*DATA SUPPLIED*
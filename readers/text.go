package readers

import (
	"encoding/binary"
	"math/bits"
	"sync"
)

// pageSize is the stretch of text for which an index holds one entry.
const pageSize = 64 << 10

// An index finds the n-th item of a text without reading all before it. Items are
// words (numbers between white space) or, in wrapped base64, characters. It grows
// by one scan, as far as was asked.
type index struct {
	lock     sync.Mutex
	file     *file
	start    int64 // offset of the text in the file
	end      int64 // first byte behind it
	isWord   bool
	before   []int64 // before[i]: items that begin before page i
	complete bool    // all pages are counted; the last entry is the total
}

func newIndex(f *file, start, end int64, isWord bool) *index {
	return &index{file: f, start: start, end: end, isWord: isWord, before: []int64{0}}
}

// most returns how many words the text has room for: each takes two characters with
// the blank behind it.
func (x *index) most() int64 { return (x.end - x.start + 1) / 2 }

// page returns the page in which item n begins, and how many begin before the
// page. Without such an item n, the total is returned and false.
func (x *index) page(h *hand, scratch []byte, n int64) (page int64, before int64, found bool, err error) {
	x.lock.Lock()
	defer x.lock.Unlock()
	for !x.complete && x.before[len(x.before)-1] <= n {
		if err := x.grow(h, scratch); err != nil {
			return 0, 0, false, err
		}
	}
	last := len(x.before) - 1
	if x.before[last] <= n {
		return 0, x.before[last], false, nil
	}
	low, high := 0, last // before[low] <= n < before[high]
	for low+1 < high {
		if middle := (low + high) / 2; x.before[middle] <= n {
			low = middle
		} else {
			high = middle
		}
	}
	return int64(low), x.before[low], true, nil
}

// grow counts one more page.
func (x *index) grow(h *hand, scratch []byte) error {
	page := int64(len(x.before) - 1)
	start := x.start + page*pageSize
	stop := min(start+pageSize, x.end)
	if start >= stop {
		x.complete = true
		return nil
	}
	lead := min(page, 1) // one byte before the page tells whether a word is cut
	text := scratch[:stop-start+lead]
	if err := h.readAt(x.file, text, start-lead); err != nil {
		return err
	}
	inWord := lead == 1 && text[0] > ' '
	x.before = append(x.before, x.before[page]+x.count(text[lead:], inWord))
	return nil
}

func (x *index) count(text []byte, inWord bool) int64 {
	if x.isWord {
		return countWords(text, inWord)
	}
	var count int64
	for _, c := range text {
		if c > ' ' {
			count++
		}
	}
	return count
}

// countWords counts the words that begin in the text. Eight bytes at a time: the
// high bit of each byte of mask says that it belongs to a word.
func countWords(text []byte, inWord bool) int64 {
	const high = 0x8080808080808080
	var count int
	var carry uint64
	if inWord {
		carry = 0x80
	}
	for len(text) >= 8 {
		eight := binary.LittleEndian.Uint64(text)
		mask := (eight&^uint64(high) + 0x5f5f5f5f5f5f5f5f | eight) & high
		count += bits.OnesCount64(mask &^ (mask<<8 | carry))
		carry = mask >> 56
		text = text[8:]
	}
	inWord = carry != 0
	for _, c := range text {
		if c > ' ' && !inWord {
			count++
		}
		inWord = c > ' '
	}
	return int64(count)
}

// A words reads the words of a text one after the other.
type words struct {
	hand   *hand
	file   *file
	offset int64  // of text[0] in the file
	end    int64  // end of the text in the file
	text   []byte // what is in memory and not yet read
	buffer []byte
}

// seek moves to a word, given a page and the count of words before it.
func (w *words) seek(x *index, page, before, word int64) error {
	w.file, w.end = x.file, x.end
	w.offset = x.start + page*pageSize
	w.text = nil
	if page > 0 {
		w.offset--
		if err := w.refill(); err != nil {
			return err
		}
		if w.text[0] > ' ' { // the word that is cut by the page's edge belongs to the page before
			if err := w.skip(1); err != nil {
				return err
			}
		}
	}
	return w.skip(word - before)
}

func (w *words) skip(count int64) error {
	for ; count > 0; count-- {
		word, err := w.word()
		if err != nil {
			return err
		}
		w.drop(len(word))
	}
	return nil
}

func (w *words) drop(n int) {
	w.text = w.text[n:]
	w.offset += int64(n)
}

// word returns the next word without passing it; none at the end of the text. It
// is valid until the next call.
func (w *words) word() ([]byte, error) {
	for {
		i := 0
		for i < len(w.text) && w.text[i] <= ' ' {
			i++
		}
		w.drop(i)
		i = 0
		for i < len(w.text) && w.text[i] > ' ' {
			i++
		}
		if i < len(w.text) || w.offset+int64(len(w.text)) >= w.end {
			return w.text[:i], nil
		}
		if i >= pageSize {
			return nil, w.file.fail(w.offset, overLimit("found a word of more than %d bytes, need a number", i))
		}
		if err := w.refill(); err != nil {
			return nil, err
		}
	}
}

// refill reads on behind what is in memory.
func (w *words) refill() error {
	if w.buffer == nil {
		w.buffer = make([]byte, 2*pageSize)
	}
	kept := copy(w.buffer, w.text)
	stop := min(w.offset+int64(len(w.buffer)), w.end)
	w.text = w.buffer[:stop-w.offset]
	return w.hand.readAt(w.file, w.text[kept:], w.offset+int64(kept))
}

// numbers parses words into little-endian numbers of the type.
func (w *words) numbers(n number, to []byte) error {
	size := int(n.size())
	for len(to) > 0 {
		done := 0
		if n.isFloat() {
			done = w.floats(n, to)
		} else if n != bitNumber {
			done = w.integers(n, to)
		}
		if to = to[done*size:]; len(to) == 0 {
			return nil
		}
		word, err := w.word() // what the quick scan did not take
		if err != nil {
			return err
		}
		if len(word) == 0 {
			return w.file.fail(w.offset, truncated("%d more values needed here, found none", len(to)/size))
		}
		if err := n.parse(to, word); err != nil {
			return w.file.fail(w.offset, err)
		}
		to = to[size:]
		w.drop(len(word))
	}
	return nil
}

*YOUR TASK*
Note how many lines in the material hold the word "isWord", and give that number with nothing added.

*EXERCISE RESULT*
4